# Motor. Parte bobinado de arranque quemado. ¿Suprimirlo?



## patatilla (May 23, 2012)

Tengo un motor de 150 wats de una turbina de aire acondiconado.

Tiene seis bobinas dobles de arranque. 

El arranque es permanente con un condensador.

Por fallo del condensador se ha quemado una.

Si suprimo la quemada y cortocircuito sus bornes, es decir hago funcionar con once bobinas de arranque, puede funcionar mas o menos el arreglo, ¿no?.



Se trata de un motor que trabaja muy fresquito y por si acaso le pongo un interruptor centrífugo.

El A.A. tiene cincuenta años y de esto ya no hay repuesto.


----------



## DOSMETROS (May 23, 2012)

¿ Y si le rehacés esa bobina ? Porque si la eliminás las otras se van a recalentar ¿ Trabajan todas en serie no ?


----------



## patatilla (May 24, 2012)

En un segundo dudo que se calentara mucho. Ya había pensado en ponerle el interruptor centrífugo.

Pero hace un rato he estado tocando y el bobinado principal se me ha interrumpido. Lo tengo crudo con la casi nula información que hay sobre bobinados.

Gracias de todas formas.


----------



## DOSMETROS (May 24, 2012)

¿ No se puede reemplazar el motor completo por algo parecido ?

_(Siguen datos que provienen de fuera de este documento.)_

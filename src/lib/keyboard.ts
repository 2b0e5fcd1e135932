import { useEffect, useRef, useSyncExternalStore } from 'react';

const STORED = 'lanewright.keys';
const listeners = new Set<() => void>();

function read(): boolean {
  try {
    return localStorage.getItem(STORED) !== 'off';
  } catch {
    return true;
  }
}

/** One-letter keys can be switched off (WCAG 2.2, 2.1.4): a voice or a dropped object must not work the floor. */
export function setLetterKeys(on: boolean): void {
  try {
    localStorage.setItem(STORED, on ? 'on' : 'off');
  } catch {
    // A private window without storage keeps the keys on.
  }
  for (const listener of listeners) listener();
}

export function useLetterKeys(): boolean {
  return useSyncExternalStore((listener) => {
    listeners.add(listener);
    return () => listeners.delete(listener);
  }, read);
}

/** Somebody is typing text, or a dialog has the keyboard. */
function isTaken(event: KeyboardEvent): boolean {
  if (event.defaultPrevented || event.ctrlKey || event.metaKey || event.altKey) return true;
  const target = event.target as HTMLElement;
  return target.matches?.('input, textarea, select, [contenteditable=true]') || document.querySelector('[role=dialog][data-state=open]') !== null;
}

/** Keys of a page. `handle` says whether it used the key; Escape always arrives, the rest only while letter keys are on. */
export function useKeys(handle: (key: string) => boolean): void {
  const on = useLetterKeys();
  const latest = useRef(handle);
  useEffect(() => {
    latest.current = handle;
  });
  useEffect(() => {
    const listen = (event: KeyboardEvent) => {
      if (isTaken(event) || (!on && event.key !== 'Escape')) return;
      if (latest.current(event.key)) event.preventDefault();
    };
    window.addEventListener('keydown', listen);
    return () => window.removeEventListener('keydown', listen);
  }, [on]);
}
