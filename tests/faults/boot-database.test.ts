import { existsSync, mkdtempSync, rmSync } from 'node:fs';
import { tmpdir } from 'node:os';
import { join } from 'node:path';
import { spawn } from 'node:child_process';
import { once } from 'node:events';
import { afterAll, beforeAll, expect, test, vi } from 'vitest';
import { createDatabase } from '#server/platform/db/database.ts';
import { isDatabaseAway } from '#server/platform/db/errors.ts';
import { ownDatabaseServer, type OwnDatabaseServer } from '#tests/support/database-server.ts';
import { isAlive } from '../../server/boot/processes.mjs';

/** The private MariaDB by itself. */

let server: OwnDatabaseServer;
beforeAll(async () => {
  server = await ownDatabaseServer();
});
afterAll(() => server.release());

test('killed under writes: it comes back by itself, and every row whose commit was answered is there', async () => {
  const db = createDatabase(server.url);
  await db.raw('create table kept (id int primary key) engine = InnoDB');
  const answered: number[] = [];
  let next = 0;
  let writing = true;
  const write = async () => {
    while (writing) {
      next += 1;
      const id = next;
      const error: unknown = await db('kept').insert({ id }).then(() => null, (reason: unknown) => reason);
      if (error === null) answered.push(id);
      else expect(isDatabaseAway(error)).toBe(true);
    }
  };
  const writers = Promise.all([write(), write(), write()]);
  for (let round = 0; round < 3; round += 1) {
    const before = answered.length;
    await vi.waitFor(() => expect(answered.length).toBeGreaterThan(before + 50), { timeout: 20_000 });
    const killed = server.pid();
    server.signal('SIGKILL');
    await vi.waitFor(() => expect([0, killed]).not.toContain(server.pid()), { timeout: 20_000 });
  }
  const last = answered.length;
  await vi.waitFor(() => expect(answered.length).toBeGreaterThan(last), { timeout: 20_000 });
  writing = false;
  await writers;
  const stored = new Set((await db('kept').pluck('id')) as number[]);
  expect(answered.filter((id) => !stored.has(id))).toEqual([]);
  await db.destroy();
});

const USER = `import { useDatabase } from ${JSON.stringify(new URL('../../server/boot/database-use.mjs', import.meta.url).href)};
const database = await useDatabase(process.argv[1], { small: true });
process.once('SIGTERM', () => database.release().then(() => process.exit(0)));
console.log(database.pid());
setInterval(() => {}, 1000);`;

async function user(base: string) {
  const child = spawn(process.execPath, ['--input-type=module', '-e', USER, base], { stdio: ['ignore', 'pipe', 'inherit'] });
  const [said] = (await once(child.stdout, 'data')) as [Buffer];
  return {
    database: Number(said.toString()),
    end: async (signal: NodeJS.Signals) => {
      child.kill(signal);
      await once(child, 'exit');
    },
  };
}

test('two that start at once share one server, and the last one out stops it', async () => {
  const base = mkdtempSync(join(tmpdir(), 'lanewright-shared-'));
  const [first, second] = await Promise.all([user(base), user(base)]);
  expect(second.database).toBe(first.database);
  await first.end('SIGTERM');
  expect(isAlive(first.database)).toBe(true);
  await second.end('SIGTERM');
  expect(isAlive(first.database)).toBe(false);
  rmSync(base, { recursive: true });
});

test('a user that was killed does not keep the server from being stopped by the next', async () => {
  const base = mkdtempSync(join(tmpdir(), 'lanewright-orphan-'));
  const killed = await user(base);
  await killed.end('SIGKILL');
  expect(isAlive(killed.database)).toBe(true);
  const next = await user(base);
  expect(next.database).toBe(killed.database);
  await next.end('SIGTERM');
  expect(isAlive(killed.database)).toBe(false);
  rmSync(base, { recursive: true });
  expect(existsSync(base)).toBe(false);
});
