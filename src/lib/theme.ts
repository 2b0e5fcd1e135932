import { useSyncExternalStore } from 'react';

/** The same key as public/theme.js, which applies it before the first paint. */
const STORED = 'lanewright.theme';
const CHANGED = 'lanewright:theme';
export const THEMES = ['system', 'light', 'dark'] as const;
export type Theme = (typeof THEMES)[number];

function read(): Theme {
  try {
    const stored = localStorage.getItem(STORED);
    return stored === 'light' || stored === 'dark' ? stored : 'system';
  } catch {
    return 'system';
  }
}

export function chooseTheme(theme: Theme): void {
  try {
    localStorage.setItem(STORED, theme);
  } catch {
    // Without storage the system's theme stays.
  }
  window.dispatchEvent(new Event(CHANGED));
}

export function useTheme(): Theme {
  return useSyncExternalStore((listener) => {
    window.addEventListener(CHANGED, listener);
    return () => window.removeEventListener(CHANGED, listener);
  }, read);
}
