import { mkdtempSync, readdirSync, readFileSync, rmSync } from 'node:fs';
import { createServer, type Server } from 'node:http';
import type { AddressInfo } from 'node:net';
import { tmpdir } from 'node:os';
import { join } from 'node:path';
import { afterAll, afterEach, describe, expect, it } from 'vitest';
import { businessDayAt } from '#shared/domain/business-day.ts';
import { systemClock } from '#server/platform/clock.ts';
import { aCentre } from '#tests/support/builders.ts';
import { eveningZone } from '#tests/support/league-evening.ts';
import { served } from '#tests/support/served.ts';
import { HOUSE, SOURCES } from '../../server/fakes/gateway/invented-house.ts';
import type { DemoPlan } from '../../server/fakes/gateway/plan-file.ts';
import { live, nightAt, replay } from '../../server/fakes/gateway/player.ts';
import { sendAll } from '../../server/fakes/gateway/sender.ts';
import { openSpool } from '../../server/fakes/gateway/spool.ts';

const { server, database } = await served({ clock: systemClock, ingestRate: { perSecond: 1e6, burst: 1e6 } });
const dataDir = mkdtempSync(join(tmpdir(), 'lanewright-gateway-'));
let between: Server | null = null;
afterEach(() => void between?.close());
afterAll(() => rmSync(dataDir, { recursive: true, force: true }));

/** A house for the gateways, with a key each. */
async function plan(zone = 'UTC', first: Pick<DemoPlan, 'firstDate' | 'anchorAt'> = { firstDate: '2020-01-01', anchorAt: 0 }): Promise<{ plan: DemoPlan; centreId: Buffer }> {
  const centre = await aCentre(server.slices.centre, { lanes: HOUSE.lanes, zone, family: 'free-fall' });
  const { key } = await server.slices.centre.addGateway(centre, 'Back room');
  const { key: second } = await server.slices.centre.addGateway(centre, 'Lane machines');
  const gateways = [{ source: SOURCES.backRoom, key, skewMs: 0 }, { source: SOURCES.laneCare, key: second, skewMs: 0 }];
  return { plan: { centre: centre.slug, zone, seed: 1, ...first, gateways }, centreId: centre.id };
}

const told = async (centreId: Buffer): Promise<string[]> =>
  (await database.db('journal').where({ centre_id: centreId }).orderBy(['source', 'id']).select<{ source: string; id: string; data: string | null }[]>('source', 'id', 'data')).map((row) => `${row.source} ${row.id} ${String(row.data)}`);

const from = (): number => businessDayAt(Date.now() - 86_400_000, 'UTC').from + 17.5 * 3_600_000;
const go = async (one: DemoPlan, url: string, seed: number): Promise<number> => replay({ plan: one, url, dataDir, stop: new AbortController().signal }, { seed, speed: 1e9, from: from() });

describe('the fake gateway', () => {
  it('tells the same night for the same seed, another for another, and nothing that hasn’t happened', async () => {
    const [a, b, c] = [await plan(), await plan(), await plan()];
    const sent = [await go(a.plan, server.url, 7), await go(b.plan, server.url, 7), await go(c.plan, server.url, 8)];
    const nights = [await told(a.centreId), await told(b.centreId), await told(c.centreId)];
    expect(nights[0]?.length).toBe(sent[0]);
    expect(sent[0]).toBeGreaterThan(200);
    expect(nights[1]).toEqual(nights[0]);
    expect(nights[2]).not.toEqual(nights[0]);
    const [{ late }] = (await database.db('journal').where({ centre_id: a.centreId }).where('time_at', '>', new Date()).count({ late: '*' })) as [{ late: number }];
    expect(late).toBe(0);
  });

  it('tells nothing again of what was told when its house was made', async () => {
    const [now, zone] = [Date.now(), eveningZone(Date.now())];
    const { plan: one, centreId } = await plan(zone, { firstDate: businessDayAt(now, zone).date, anchorAt: now });
    expect(nightAt(one, now).events.filter((event) => event.time <= now).length).toBeGreaterThan(100);
    await live({ plan: one, url: server.url, dataDir: join(dataDir, 'first'), stop: AbortSignal.timeout(1_500) });
    const times = await database.db('journal').where({ centre_id: centreId }).pluck<Date[]>('time_at');
    expect(times.length).toBeGreaterThan(0);
    expect(Math.min(...times.map(Number))).toBeGreaterThanOrEqual(now);
  });

  it('keeps on disk what nobody has acknowledged, also across its own end, and sends it once when somebody listens', async () => {
    const { plan: one, centreId } = await plan();
    const file = join(dataDir, 'gateway', 'away.json');
    const [gateway] = one.gateways;
    const events = Array.from({ length: 5 }, (_, i) => ({ source: gateway!.source, id: `kept-${i}`, time: Date.now() - 1000, type: 'lane.counted' as const, data: { lane: 1, deliveries: 1 } }));
    openSpool(file, 0).take(events, Date.now());
    // Somebody listens but dies before answering: the events may have arrived or not.
    between = createServer((request) => request.socket.destroy()).listen(0, '127.0.0.1');
    await new Promise((done) => between?.once('listening', done));
    const stop = new AbortController();
    setTimeout(() => stop.abort(), 300);
    await sendAll(openSpool(file, 0), { url: `http://127.0.0.1:${(between.address() as AddressInfo).port}`, key: gateway!.key, skewMs: 0 }, stop.signal);
    expect((JSON.parse(readFileSync(file, 'utf8')) as { waiting: unknown[] }).waiting).toHaveLength(5);
    const again = openSpool(file, 0);
    await sendAll(again, { url: server.url, key: gateway!.key, skewMs: 0 }, new AbortController().signal);
    expect(again.size).toBe(0);
    expect(await told(centreId)).toHaveLength(5);
    expect(readdirSync(join(dataDir, 'gateway')).filter((name) => name.endsWith('.new'))).toEqual([]);
  });
});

Poné fotos así lo vermos mejor


----------



## Ariel G (May 26, 2012)

Si colega lo mejor que puedes hacer es rehacerle todo nuevo el bobinado de arranque respetando el calibre del alambre, el numero de vueltas y ponle un capacitor nuevo que el motor teniendo esa potencia lleva un capacitor de 6 microfaradios. Saludos


----------



## patatilla (May 27, 2012)

El motor es de seis polos, algo que no es lo mas habitual. Pero lo peor son los anclajes que son a medida justa del motor. Como va dentro de la turbina tendría que fabricar unos también a medida, lo que es un coñazo.

También he buscado la turbina completa, pero al ser un modelo de mas de cincuenta años sus dimensiones no son las que se venden ahora. En un sitio me dijeron que me la podrían traer no se de que pais, por lo que la clavada estaría asegurada y eso arriesgarme que cuando me la traigan no sea lo que quería.

Observando el bobinado veo que el de arranque es igual al de trabajo, excepto el desfase de 90º. Estudiando un poco estos motores al parecer el de arranque sólo sirve para alcanzar las revoluciones de trabajo. Luego no sirve de nada.

El rebobinar todo el motor de forma exacta al original lo veo misión imposible. El cableado está super apretado. 

Como también dispongo de trifásica habia pensado rebobinar pero calculando el bobinado para trifásica. Al poder prescindir del bobinado de arranque ya tendría espacio para trabajar mas cómodo para meter el bobinado trifásico.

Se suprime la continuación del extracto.